Any person who shall have been a shareholder of record of a corporation for at least six months immediately preceding his demand, or any person holding, or thereunto authorized in writing by the holders of, at least five percent of any class of the outstanding shares, upon at least five days' written demand shall have the right to examine in person or by agent or attorney, during usual business hours, its minutes of the proceedings of its shareholders and record of shareholders and to make extracts therefrom.

 There is no question that plaintiff has failed to meet these statutory requirements. He holds only 1.3 percent of the outstanding shares of SCM and has been a shareholder of record only since June 16, 1980. In fact, at oral argument, plaintiff seemed to abandon his claim under § 624. Indeed, the only argument advanced by plaintiff was that since he has been the beneficial owner of SCM shares for more than six months this constitutes substantial compliance with § 624. It is enough to say that substantial compliance is not statutory compliance and plaintiff is not entitled to the requested materials under § 624.

 The question remains, however, whether a common law right of inspection exists and if so, whether plaintiff is entitled to avail himself of this right. Defendant argues that § 624 replaced whatever common law right of inspection existed and now provides the exclusive means by which a shareholder may obtain the materials in issue. Defendant's reasoning is that if every shareholder was entitled, under the common law, to inspect the corporate materials in issue, this "would render § 624(b) absurd." Defendant's Memorandum at 14. Such could not have been the intent of the New York legislature in passing § 624. On the contrary, defendant reasons that § 624 was intended to replace the common law.

 Plaintiff, of course, rejects defendant's argument and urges that it is not every shareholder who has a right of inspection, but only a holder of record who, in good faith, has demonstrated a "proper purpose" in seeking the corporate information.

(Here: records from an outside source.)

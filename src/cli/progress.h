/* progress.h - how far a run is, on standard error: one line redrawn on a terminal, plain lines where forced. */
#pragma once

#include "jobs/pool.h"

typedef struct AntProgressLine AntProgressLine;

/* Shows nothing where standard error is no terminal and lines are not forced (--progress). */
AntProgressLine *ant_progress_line_new (gboolean forced);
/* An AntProgressFunc; data is the AntProgressLine. */
void ant_progress_line_show (const AntProgress *progress, gpointer line);
/* Wipe what is on the terminal's line, and free. NULL is fine. */
void ant_progress_line_end (AntProgressLine *line);

/* "stage 2 of 6, searching for dips: 42 %, 120/s, 35 s left": of this stage; rate and time left stand only where half a
 * second of it has shown them. Caller frees. */
char *ant_progress_text (const AntProgress *progress);
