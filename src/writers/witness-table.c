/* witness-table.c - a comparison as a table of numbers. */
#include "writers/witness-table.h"

#include <math.h>

#include "writers/number-table.h"

static double *
widen (const float *value, gsize n)
{
  double *wide = g_new (double, n);
  for (gsize i = 0; i < n; i++)
    wide[i] = (double) value[i];
  return wide;
}

GString *
ant_witness_table_text (const AntComparison *self)
{
  g_autoptr (GPtrArray) words = ant_comparison_words (self);
  g_autofree char *who = g_strdup_printf ("witness: %s, SHA-256 %s", self->witness->path, self->witness->sha256);
  g_ptr_array_insert (words, 0, g_steal_pointer (&who));
  g_ptr_array_add (words, NULL);
  g_autofree double *jd = g_new (double, self->n), *elapsed = g_new (double, self->n);
  for (gsize i = 0; i < self->n; i++)
    {
      elapsed[i] = self->start_d + (double) i * self->step_d;
      jd[i] = ant_time_reference_jd (&self->record->time, elapsed[i]);
    }
  g_autofree double *record = widen (self->record_ppm, self->n), *witness = widen (self->witness_ppm, self->n);
  g_autofree double *ratio = widen (self->ratio_ppm, self->n), *difference = widen (self->difference_ppm, self->n);
  const AntNumberColumn columns[] = { { "mid_jd", jd, "%.7f" },           { "elapsed_d", elapsed, "%.7f" },
                                      { "record_ppm", record, "%.3f" },   { "witness_ppm", witness, "%.3f" },
                                      { "ratio_ppm", ratio, "%.3f" },     { "difference_ppm", difference, "%.3f" } };
  return ant_number_table_text (self->record, "record beside its witness", (const char *const *) words->pdata, G_N_ELEMENTS (columns),
                                columns, self->n);
}
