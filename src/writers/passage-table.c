/* passage-table.c - the columns of passages, and what stands above them. */
#include "writers/passage-table.h"

#define NUMBER(name, expression)                                                                                       \
  static double name (gconstpointer data, gsize row)                                                                   \
  {                                                                                                                    \
    const AntScanResults *results = data;                                                                              \
    G_GNUC_UNUSED const AntTimeReference *time = &results->record->time;                                               \
    G_GNUC_UNUSED const AntPassage *passage = &results->passage[row];                                                  \
    return expression;                                                                                                 \
  }
#define TEXT(name, expression)                                                                                         \
  static char *name (gconstpointer data, gsize row)                                                                    \
  {                                                                                                                    \
    const AntScanResults *results = data;                                                                              \
    const AntTimeReference *time = &results->record->time;                                                             \
    const AntPassage *passage = &results->passage[row];                                                                \
    return expression;                                                                                                 \
  }

NUMBER (number, (double) row + 1)
NUMBER (start_jd, ant_time_reference_jd (time, passage->start_d))
NUMBER (mid_jd, ant_time_reference_jd (time, passage->mid_d))
NUMBER (end_jd, ant_time_reference_jd (time, passage->end_d))
TEXT (mid_time, ant_time_reference_own_text (time, passage->mid_d))
TEXT (mid_utc, ant_time_reference_utc_text (time, passage->mid_d, 0))
NUMBER (width_d, passage->end_d - passage->start_d)
NUMBER (depth_ppm, passage->depth_ppm)
NUMBER (depth_sigma_ppm, passage->depth_sigma_ppm)
NUMBER (coverage, passage->coverage)

static const AntTableColumn columns[] = {
  { "passage", ANT_CELL_WHOLE, NULL, NULL, "meta.id;meta.main", NULL, FALSE, number, NULL },
  { "start_jd", ANT_CELL_REAL, "%.4f", "d", "time.start",
    "half of the depth is reached, JD in the record's time scale; empty if the origin of its times is unknown", TRUE, start_jd, NULL },
  { "mid_jd", ANT_CELL_REAL, "%.4f", "d", "time.epoch;meta.main", "halfway from start to end, likewise", TRUE, mid_jd, NULL },
  { "end_jd", ANT_CELL_REAL, "%.4f", "d", "time.end", "half of the depth is left, likewise", TRUE, end_jd, NULL },
  { "mid_time", ANT_CELL_TEXT, NULL, NULL, "time.epoch", "middle as the record writes its times", FALSE, NULL, mid_time },
  { "mid_utc", ANT_CELL_TEXT, NULL, NULL, "time.epoch", "middle in UTC; empty if the time scale is unknown", FALSE, NULL, mid_utc },
  { "width_d", ANT_CELL_REAL, "%.3f", "d", "time.duration", "from start to end, 1 to 14 d", FALSE, width_d, NULL },
  { "depth_ppm", ANT_CELL_REAL, "%.5g", "10**-6", "phot.flux.bol;arith.ratio;stat.max",
    "below the straight line over the minimum that touches the slow part on both sides; listed from 4 times its sigma", FALSE,
    depth_ppm, NULL },
  { "depth_sigma_ppm", ANT_CELL_REAL, "%.4g", "10**-6", "stat.error;phot.flux.bol;arith.ratio;stat.max",
    "uncertainty of depth_ppm given the noise model", FALSE, depth_sigma_ppm, NULL },
  { "coverage", ANT_CELL_REAL, "%.4f", NULL, "stat.filling", "observed fraction of start to end", FALSE, coverage, NULL },
};
G_STATIC_ASSERT ((int) ANT_PASSAGE_SIGMAS == 4 && (int) ANT_PASSAGE_SHORTEST_D == 1 && (int) ANT_PASSAGE_LONGEST_D == 14); /* as told above */

AntTable *
ant_passage_table_new (const AntScanResults *results)
{
  AntTable *table = ant_table_new ("Passages: minima of the slow part of the record, such as spot groups", "PASSAGES", results->record);
  if (results->reach < ANT_SCAN_COMPLETE)
    ant_table_note (table, "incomplete: %s", ant_scan_reach_words (results->reach));
  ant_table_note (table, "no false-alarm claim: the Sun does this");
  ant_table_note (table, "slow part: what the data say about the noise model's parts slower than half a day, dips taken out");
  ant_table_add_columns (table, G_N_ELEMENTS (columns), columns);
  ant_table_set_rows (table, results->n_passages, results, NULL);
  return table;
}

GString *
ant_passage_table_text (const AntScanResults *results)
{
  g_autoptr (AntTable) table = ant_passage_table_new (results);
  return ant_table_text (table);
}
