/* dip-table.c - dips.csv and brightenings.csv. */
#include "writers/dip-table.h"
#include <math.h>
#include "writers/csv.h"

#define COLUMNS                                                                                                        \
  "dip,start_jd,mid_jd,end_jd,mid_time,mid_utc,duration_h,depth_ppm,depth_sigma_ppm,mean_depth_ppm,radius_ratio,snr,"  \
  "first_snr,expected_false,coverage,edges,class,probability,evidence"

static void
append_search (GString *table, const AntDipList *list)
{
  char u1[G_ASCII_DTOSTR_BUF_SIZE], u2[G_ASCII_DTOSTR_BUF_SIZE];
  if (list->incomplete)
    ant_csv_comment (table, "incomplete: %s", list->incomplete);
  ant_csv_comment (table, "limb darkening: quadratic %s, %s", g_ascii_formatd (u1, sizeof u1, "%.4g", list->limb_u1),
                   g_ascii_formatd (u2, sizeof u2, "%.4g", list->limb_u2));
  if (list->upper_limit_ppm)
    {
      ant_csv_comment (table, "asked: time and duration were given and nothing was searched; snr is not to be held "
                              "against the threshold of a search");
      ant_csv_comment (table, "upper_limit_ppm: depth that is exceeded with a probability of 5 %%");
      return;
    }
  char snr[G_ASCII_DTOSTR_BUF_SIZE], false_alarms[G_ASCII_DTOSTR_BUF_SIZE];
  ant_csv_comment (
      table, "threshold: SNR %s; expected by chance at or above it in this record: %s",
      isfinite (list->threshold_snr) ? g_ascii_formatd (snr, sizeof snr, "%.3f", list->threshold_snr) : "unknown",
      isfinite (list->false_alarms) ? g_ascii_formatd (false_alarms, sizeof false_alarms, "%.3g", list->false_alarms)
                                    : "unknown");
  if (list->n_surrogates)
    ant_csv_comment (table, "threshold and expected_false: from %zu surrogates of this record, with %zu events of SNR 4 and more",
                     list->n_surrogates, list->n_surrogate_events);
  if (list->mirror_known)
    ant_csv_comment (
        table, "mirrored search, durations of 9 h and less: %zu dips and %zu brightenings at or above the threshold",
        list->n_found, list->n_mirrored);
}

static void
append_definitions (GString *table, const AntRecord *record, const AntDipList *list)
{
  static const char *const lines[] = {
    "duration_h: contact I to IV of the fitted shape; start and end are these contacts",
    "depth_ppm: greatest depth of the fitted shape before exposure smearing, relative to the undimmed level at that "
    "time",
    "mean_depth_ppm: average of the fitted shape over contact I to IV",
    "radius_ratio: radius of the dark disc whose crossing is that deep, over the radius of the source",
    "snr: of the fitted shape against the noise, after the dip was masked and the noise refitted; first_snr: of the "
    "best "
    "template on the first pass",
    "expected_false: dips by noise alone expected to reach this snr in this record",
    "coverage: observed fraction of the dip, weighted by its shape; edges: which of ingress and egress were observed",
  };
  if (record->time.origin_known)
    ant_csv_comment (table, "start_jd, mid_jd, end_jd: JD(%s); mid_time: as the record writes its times",
                     record->time.scale == ANT_SCALE_UNKNOWN ? "of the record"
                                                             : ant_time_scale_name (record->time.scale));
  else
    ant_csv_comment (table,
                     "start_jd, mid_jd, end_jd: empty, the origin of the times is unknown; mid_time: as the record "
                     "writes its times");
  for (gsize i = 0; i < G_N_ELEMENTS (lines); i++)
    ant_csv_comment (table, "%s", lines[i]);
  if (list->brightenings)
    ant_csv_comment (table, "brightenings have negative depth and snr");
}

static void
append_number (GString *table, const char *format, double number)
{
  ant_csv_number (table, format, number);
  g_string_append_c (table, ',');
}

static void
append_own_text (GString *table, char *text)
{
  ant_csv_text (table, text);
  g_string_append_c (table, ',');
  g_free (text);
}

static void
append_dip (GString *table, const AntRecord *record, gsize number, const AntDip *dip)
{
  const AntTimeReference *time = &record->time;
  double half_d = 0.5 * dip->duration_d;
  g_string_append_printf (table, "%zu,", number);
  append_number (table, "%.7f", ant_time_reference_jd (time, dip->mid_d - half_d));
  append_number (table, "%.7f", ant_time_reference_jd (time, dip->mid_d));
  append_number (table, "%.7f", ant_time_reference_jd (time, dip->mid_d + half_d));
  append_own_text (table, ant_time_reference_own_text (time, dip->mid_d));
  append_own_text (table, ant_time_reference_utc_text (time, dip->mid_d, 0));
  append_number (table, "%.4f", dip->duration_d * 24.0);
  append_number (table, "%.6g", dip->depth_ppm);
  append_number (table, "%.6g", dip->depth_sigma_ppm);
  append_number (table, "%.6g", dip->mean_depth_ppm);
  append_number (table, "%.6g", dip->radius_ratio);
  append_number (table, "%.4f", dip->snr);
  append_number (table, "%.4f", dip->first_snr);
  append_number (table, "%.3g", dip->expected_false);
  append_number (table, "%.4f", dip->coverage);
  g_string_append_printf (table, "%s,undecided,,", ant_edges_text (dip->edges));
}

GString *
ant_dip_table_text (const AntRecord *record, const AntDipList *list)
{
  GString *table = g_string_new (NULL);
  ant_csv_preamble (table, list->brightenings ? "Brightenings" : "Dips", record);
  append_search (table, list);
  append_definitions (table, record, list);
  g_string_append (table, list->upper_limit_ppm ? COLUMNS ",asked,upper_limit_ppm\n" : COLUMNS "\n");
  for (gsize i = 0; i < list->n; i++)
    {
      append_dip (table, record, i + 1, &list->dip[i]);
      if (list->upper_limit_ppm)
        {
          g_string_append (table, ",asked,");
          ant_csv_number (table, "%.6g", list->upper_limit_ppm[i]);
        }
      g_string_append_c (table, '\n');
    }
  return table;
}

 A review of New York law leads to the inescapable conclusion that the common law right of inspection survived enactment of § 624 of the Business Corporation Law. Crane Co. v. Anaconda Co., supra. In Crane the New York Court of Appeals made it abundantly clear that the statutory right of inspection, originally adopted in 1848, was intended to expand the common law right of inspection "by omitting the "proper purpose' requirement." 39 N.Y.2d at 20, 346 N.E.2d at 511, 382 N.Y.S.2d at 710. The statutory right of inspection provides a minimum threshold which a shareholder must meet in order to be entitled to inspect the materials in issue. That is to say, if a shareholder meets these minimum requirements, and requests the information in good faith, the court has no choice but to grant the inspection request. The shareholder has an absolute right to the information. Id. See also People v. Consolidated National Bank, 105 App.Div. 409, 94 N.Y.S. 173 (1st Dep't 1905). In any event, as originally adopted the statutory right of inspection was intended only to supplement rather than replace the common law.

 Section 624, the present inspection provision, was not intended to work a substantive change in the law. Crane, supra, 39 N.Y.2d at 21, 346 N.E.2d at 511, 382 N.Y.S.2d at 711. Thus, the statutory right of inspection emerges as a supplement to the common law right which survives today. Crane, supra. See also Sivin v. Schwartz, 22 A.D.2d 822, 254 N.Y.S.2d 914 (2d Dep't 1964); Johncamp Realty, Inc. v. Sanders, 98 Misc.2d 949, 415 N.Y.S.2d 192 (Sup.Ct.N.Y.County 1979).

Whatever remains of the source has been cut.